Der Kaffee schmeckte bitter. Ich saß an der kleinen italienischen Bar im Hauptbahnhof, denn wie so oft hatte für ein Frühstück in den eigenen vier Wänden die Zeit nicht mehr gereicht. Diesmal allerdings nicht, weil ich mich noch einmal im Bett herumgedreht hatte oder weil ich zu lange unter der Dusche stand:
Es war kurz nach sieben, als mich der Wetterbericht des Radios aus dem Schlaf holte. Das erste morgendliche Licht fiel durch die kleinen Löcher in der Jalousie und warf bizarre Muster an die weiß getünchte Schlafzimmerwand. Ich versuchte die Nacht von mir zu streifen, doch so oft ich die dünne Bettdecke auch von mir schob, sie blieb an meinem Körper kleben. Gerade wollte ich auf den Nachttisch greifen und meinen Tabak nehmen, als ich erstarrte. Sie spielten ihr Lied, einen Song den ich seit drei Jahren wie eine Reliquie hütete und dennoch nicht hören wollte. Die Crickets hatten „Don't ever change“ im Januar '63 veröffentlicht, ein halbes Jahr später hatten die Beatles es für eine BBC-Show eingesungen. Doch auch als das Lied '94 auf einem der unzähligen Anthologie-Alben erschien, hatten die Radiosender es nicht einmal spielen wollen – bis zu diesem Tag. „You don't know the latest dance, but when it's time to make romance your kisses let me know you're not a tomboy.” Ich sprang aus dem Bett und ging ans Fenster. Auch wenn es nahezu ausgeschlossen war hatte ich das Gefühl, dass sie jeden Moment die Straße entlang käme. Hektisch zog ich an der Zigarette und wartete, bis John auch die letzte Strophe gesungen hatte.

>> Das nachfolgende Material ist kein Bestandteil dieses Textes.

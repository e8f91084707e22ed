"""The package as a notebook sees it: frames in, frames out."""

from __future__ import annotations

import datetime as dt
import re
import subprocess
import sys

import numpy as np
import pandas as pd
import pytest

import tracker
from tracker.errors import InputError, TrackerError

ZONE = "America/Chicago"


@pytest.fixture
def store(tmp_path):
    """A store by its URL, as a notebook opens it."""
    with tracker.open_store(f"sqlite:///{tmp_path / 'notebook.db'}") as opened:
        yield opened


def test_the_public_names() -> None:
    """What the package promises is exactly `__all__`."""
    assert tracker.__all__ == ["__version__", "open_store"]
    assert all(hasattr(tracker, name) for name in tracker.__all__)


def test_version_is_three_numbers() -> None:
    """Results store the version they were made with."""
    assert re.fullmatch(r"\d+\.\d+\.\d+", tracker.__version__)


def test_importing_the_package_is_cheap() -> None:
    """Looking at the version must not load the compiler."""
    code = (
        "import sys, tracker, tracker.thermal; "
        "print(sorted({'numba', 'pandas', 'dash', 'sqlalchemy', 'duckdb'} & set(sys.modules)))"
    )
    done = subprocess.run([sys.executable, "-c", code], capture_output=True, text=True, check=True)
    assert done.stdout.strip() == "[]"


def fill(store) -> pd.DatetimeIndex:
    """Take in frames of every kind, with stamps that know their zone, floats and None."""
    stamps = pd.date_range("2025-07-01", periods=96, freq="h", tz=ZONE)
    store.import_units(
        pd.DataFrame(
            {
                "unit_id": ["T-1", "T-2"],
                "rated_kva": [25.0, np.nan],
                "feeder": [None, "F"],
                "customers": [4.0, np.nan],
                "top_oil_rise_c": [np.nan, 50.0],
            }
        )
    )
    store.import_connections(
        pd.DataFrame({"meter_id": ["M"], "unit_id": ["T-1"], "multiplier": [2.0]})
    )
    loads = pd.DataFrame({"meter_id": "M", "read_at": stamps, "kwh": np.full(96, 9.5)})
    loads.loc[50, "kwh"] = np.nan
    report = store.import_loads(loads)
    assert (report.fates.taken, len(report.refusals)) == (95, 1)
    assert report.refusals[0].line == 52
    store.import_weather(pd.DataFrame({"read_at": stamps, "air_temp_c": np.full(96, 30)}))
    return stamps


def test_frames_in_and_frames_out(store) -> None:
    """Contract, section 5, from end to end."""
    stamps = fill(store)
    summary = store.assess()
    assert summary.units == 1
    ranking = store.ranking()
    assert ranking["unit_id"].tolist() == ["T-1"]
    assert ranking["peak_load_pct"].tolist() == pytest.approx([80.0], rel=1e-6)
    assert isinstance(ranking["peak_hot_spot_at"].dtype, pd.DatetimeTZDtype)
    assert ranking["suggested_kva"].dtype == float
    trace = store.trace("T-1")
    assert list(trace) == [
        *("interval_start", "load_kva", "air_temp_c", "top_oil_c", "hot_spot_c"),
        "aging_factor",
    ]
    assert trace["interval_start"].tolist() == list(stamps.tz_convert("UTC"))
    # The hour that was blank is filled by a straight line, and is not counted as measured.
    np.testing.assert_allclose(trace["load_kva"], 20.0, rtol=1e-6)
    assert ranking["coverage_pct"].tolist() == pytest.approx([100 * 71 / 72], rel=1e-3)


def test_a_frame_whose_stamps_know_no_zone(store) -> None:
    """They are local, as in a file; the option says where."""
    stamps = pd.date_range("2025-07-01", periods=3, freq="h")
    frame = pd.DataFrame({"meter_id": "M", "read_at": stamps, "kw": [1, 2, 3]})
    with pytest.raises(InputError, match="--timezone"):
        store.import_loads(frame)
    assert store.import_loads(frame, timezone=ZONE).fates.taken == 3


def test_a_frame_is_not_changed_by_its_import(store) -> None:
    """A notebook goes on with what it had."""
    frame = pd.DataFrame({"unit_id": ["T"], "rated_kva": [25]}, index=[7])
    before = frame.copy()
    store.import_units(frame)
    pd.testing.assert_frame_equal(frame, before)


def test_a_trace_between_two_moments(store) -> None:
    """Datetimes of any zone name the part to show."""
    fill(store)
    store.assess()
    start = dt.datetime(2025, 7, 2, tzinfo=dt.UTC)
    trace = store.trace("T-1", starts_at=start, ends_at=pd.Timestamp("2025-07-03", tz="UTC"))
    assert len(trace) == 24
    assert trace["interval_start"][0] == start


@pytest.mark.parametrize("call", ["assess", "trace"])
def test_a_moment_without_a_zone_is_refused(store, call) -> None:
    """It would mean another period on another machine."""
    fill(store)
    store.assess()
    naive = dt.datetime(2025, 7, 2)
    with pytest.raises(InputError, match="zone"):
        store.trace("T-1", starts_at=naive) if call == "trace" else store.assess(starts_at=naive)


def test_every_error_has_the_common_base(store) -> None:
    """One `except` catches all that is meant for a person."""
    for call in (store.assess, store.ranking, lambda: store.trace("X")):
        with pytest.raises(TrackerError):
            call()
    with pytest.raises(TrackerError):
        store.import_loads("nowhere.csv")
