import { mkdirSync, mkdtempSync, rmSync, writeFileSync } from "node:fs";
import os from "node:os";
import path from "node:path";
import { afterAll } from "vitest";

const made: string[] = [];
afterAll(() => {
  for (const folder of made.splice(0)) rmSync(folder, { recursive: true, force: true });
});

/** A new folder that is removed after the tests of the file. */
export function newFolder(): string {
  const folder = mkdtempSync(path.join(os.tmpdir(), "ringfolio-test-"));
  made.push(folder);
  return folder;
}

/** Writes one compound of the invented series to the content folder of a working folder. */
export function writeCompound(folder: string, file: string, lines: readonly string[], prose = ""): void {
  const place = path.join(folder, "content/series/teal");
  mkdirSync(place, { recursive: true });
  writeFileSync(path.join(place, file), `---\n${lines.join("\n")}\n---\n${prose}\n`);
}

/** A working folder whose `content` holds a series of two compounds, an invented scenario. */
export function smallProject(): string {
  const folder = newFolder();
  writeCompound(folder, "index.md", ["title: Teal", "notice: Invented scenario."]);
  writeCompound(folder, "tl-01.md", ["code: TL-01", "name: methylcyclohexane", "structure: CC1CCCCC1"]);
  writeCompound(folder, "tl-02.md", ["code: TL-02", "name: cyclohexanol", "structure: OC1CCCCC1"]);
  writeFileSync(path.join(folder, "content/index.md"), "---\ntitle: Small project\n---\n");
  return folder;
}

Ich ging in die Küche, stellte die Kaffeemaschine an und sprang anschließend unter die Dusche. „I love you when you're happy, I love you when you're blue, I love you when you're mad at me, so how can I get tired of you?” Die Fab Four waren hartnäckig. Wir hatten dieses Lied an unserem ersten Abend gehört, als wir nach einer Party auf dem Bett in meinem WG-Zimmer lagen, und beschlossen, es zu unserer „Hymne“ zu machen. „You never wear a stitch of lace and powder's never on your face, you're always wearing jeans except on Sunday.” Ich sprang in meine Jeans und warf einen Blick auf die Uhr. Ich hatte noch ganze acht Minuten um zum Bahnhof zu kommen. Meinen Rucksack geschultert stellte ich die Kaffeemaschine ab und sprintete die vier Etagen hinunter auf die Straße. „A lot of other girls I've seen, they know how to treat guys mean. But you would rather die than ever hurt me.” Christian und Alexandra hatten bereits am Tag zuvor gesagt, dass sie mit einer späteren Bahn fuhren, also musste ich die zwanzig Minuten lange Fahrt wohl alleine auf mich nehmen. Drei Jahre war es nun her, dass wir uns getrennt hatten, drei Jahre, in denen ich weder von ihr gehört noch sie gesehen hatte, nicht einmal ihr Lied. Und dennoch hatten die Pilzköpfe es geschafft mir das Gefühl zu geben, das alles sei nur wenige Stunden her. Ich dachte an unsere ersten Tage, an die Spaziergänge am Rheinufer, ich versuchte mir ihr Gesicht bis ins Detail vorzustellen, doch ich merkte schnell, dass es mir nicht gelingen wollte. Die großes Flächen waren schnell ausgemalt, Ihr blondes Haar, die zarten Wangen und die etwas zu groß geratene Nase, doch die scharfen Konturen fehlten, waren im Laufe der Jahre verblasst und nahmen dem Bild, das ich in mir zeichnete, die Form. „Du hast ihr damals geschworen, dass Du Sie niemals vergessen wirst“, dachte ich und starrte aus dem Fenster auf die Bäume, die mit rasender Geschwindigkeit an mir vorbeizogen. „Niemals wolltest Du sie vergessen, und nun ist es schon längst passiert.“ Ich versuchte mir ihre Stimme in Erinnerung zu rufen, doch ich hörte nichts, selbst ihr Duft, den ich so viele Male eingesogen hatte, war verschwunden. Langsam beugte ich mich in Richtung eines vielleicht 17-jährigen Mädchens, das mir gegenüber Platz genommen hatte, um sein Parfum zu erriechen. Es war nicht das, das sie getragen hatte, ihr Parfum war weniger süß, oder weniger holzig? „No don't you ever change. No promise me you're always gonna be as sweet as you are.”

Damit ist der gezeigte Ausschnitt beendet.